Wednesday, October 20, was three weeks post-surgery. The cramps were still coming on strong and my foot felt as if it were burning; this was definitely my nerves "coming back to life" but it was so uncomfortable! I was also doing my best to ignore the abrasion on the back of my foot but it wasn't easy.
Meanwhile, the fall weather was cool and crisp and I wanted so much to enjoy it! Of course I wasn't ready to venture outside anywhere yet. My pain medication made me sleepy and getting around on my crutches or walker for too long tired me out. Not to mention my foot was still in considerable pain. Not only did that need to subside, but I also needed to build up my strength.
Thursday the pain was a little better and I couldn't decide whether it was the abrasion on the back of my foot or the actual ankle that was bothering me. I took my pain medication upon waking in the morning and was able to wait 6 hours before taking it again. There were still spasms but during the day they didn't seem to bother me as much. I decided I would continue taking the pain medication until the cast came off the following Tuesday. At that time I would be able to take care of the abrasion and possibly massage the cramps, and hopefully I could wean myself off the medication. It all depended on how the rest of the week went.
Of course, by Thursday evening I wasn't able to wait 6 hours before taking my pain medication again, and the next day my foot was still tingling and burning. My next appointment with my doctor was that coming Tuesday and I planned on asking him about the sensations I was feeling; I wondered how much longer they were going to last.
Saturday I was still feeling the spasms and tingling, and the incision site and ankle itself were also painful, although I noticed the abrasion on the back of my foot did not bother me as much that day. The spasms were making it harder to wait 5 hours before taking pain medication but I persisted. I wasn't sure exactly what type of pain I was supposed to be feeling other than the spasms; it seemed there were only a few times when the actual ankle hurt. I wondered if the pain medication was helping, since I didn't know what type of pain I was supposed to be feeling. Was I not feeling pain because the medication was doing its work, or was I lucky that the pain was not too bad for me? The pain was different from when I had initially broken my ankle; I would need to speak with my doctor at my next appointment.
Getting up and moving around helped the spasms but not always the tingling. I continued with my left leg exercises as well to keep the leg from atrophying too much. It had atrophied when I'd first been on crutches 7 years ago and I felt as though it never went back to being the same size as my right leg. I was worried it would be even smaller and more noticeable now. Hopefully I would be able to build it back up again.
Most of my days were spent reading and watching TV or movies, and occasionally napping due to the pain medication. I was able to log onto the Internet through my Netbook, so I could keep in touch with friends and stay posted as to what was happening at the shelter. Each day I would get up and move around the house in order to build up my stength but it was still very tiring. Not being able to sleep well at night didn't help; I would wake up 2-3 times a night due to pain or just being uncomfortable.
The next day the hard cast would be coming off and the walking cast would be going on. Although I knew the air cast would stay on most of the time, I began to worry about when my foot was out of the cast, when I was sleeping or in the shower. My foot would be able to move freely, and movement could hurt. All I could do was wait and see.

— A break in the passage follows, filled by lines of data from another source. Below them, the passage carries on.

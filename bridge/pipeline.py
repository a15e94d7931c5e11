"""The pure pipeline: bytes of one input -> :class:`bridge.model.Outcome`.

Owns: the order of the steps (read -> normalise -> derive -> check), in one place. The same
function serves ``check``, ``convert``, ``watch`` and ``audit``. No I/O: the shell reads the
file and passes its bytes and name.
"""

from __future__ import annotations

import hashlib
from dataclasses import dataclass

from bridge.checks import run_checks
from bridge.derive import derive
from bridge.errors import InputError, UnreadableInput
from bridge.mapping import Tables
from bridge.model import Outcome, Session
from bridge.normalise import normalise
from bridge.readers.json_export import read_export
from bridge.units import UnitCatalogue

DEFAULT_MAX_INPUT_BYTES = 5 * 1024 * 1024  # a DLCO export is a few kB; anything huge is wrong


@dataclass(frozen=True, slots=True)
class Limits:
    max_input_bytes: int = DEFAULT_MAX_INPUT_BYTES


def read(data: bytes, source: str) -> Session:
    """Pick the reader for the input (only ``dlco-result/1`` JSON so far)."""
    return read_export(data, source)


def read_and_normalise(data: bytes, source: str, catalogue: UnitCatalogue) -> Session:
    """The session read from ``data``, every quantity in its canonical unit."""
    return normalise(read(data, source), catalogue)


def process(data: bytes, source: str, tables: Tables, limits: Limits = Limits()) -> Outcome:
    """Read, normalise, derive and check one input. Raises InputError when it is unreadable."""
    if len(data) > limits.max_input_bytes:
        raise UnreadableInput("(file)", f"at most {limits.max_input_bytes} bytes, got {len(data)}", source)
    try:
        session = read_and_normalise(data, source, tables.units)
    except InputError as exc:
        if exc.source:
            raise
        raise exc.with_source(source) from None  # normalise does not know the file name
    derived = derive(session, tables)
    findings = run_checks(session, derived, tables)
    return Outcome(
        source=source,
        source_sha256=hashlib.sha256(data).hexdigest(),
        session=session,
        derived=derived,
        findings=findings,
    )
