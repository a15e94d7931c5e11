"""The version of dlco-bridge, written once (read by the build, the CLI, the service and the audit)."""

__version__ = "0.1.0"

On Tuesday the hard cast was removed and the air cast was put on. My doctor said the wound was healing nicely, the swelling had gone down and everything looked good. He told me the tingling and the spasms were normal and would continue for a while. The pain medication was not helping those, and he advised me to start weaning myself off.
When he moved my foot back and forth it did not hurt too much; it actually felt nice to move my foot without the pain I was experiencing before the surgery! He told me I would be allowed to put weight on my foot as tolerable, but I still needed the crutches to get around. I was also supposed to exercise my foot by moving it back and forth, and start physical therapy. I tried standing up in the doctor's office and although it was somewhat painful, it worked!
I was so happy that I would be able to let my foot breathe again and that I wouldn't have to balance on one leg when standing. I wanted to do so much when I got home but I was exhausted from my busy day and needed to rest. I also knew I needed to take things one day at a time... baby steps.
I found a physical therapist in my neighborhood and made an appointment for Friday morning. I was nervous and excited at the same time.
By evening I could definitely feel pain in my foot and knew this is what I would have been feeling all along if I had not been taking my pain medication. But I was holding out for my bedtime dose so I could begin the weaning-off process.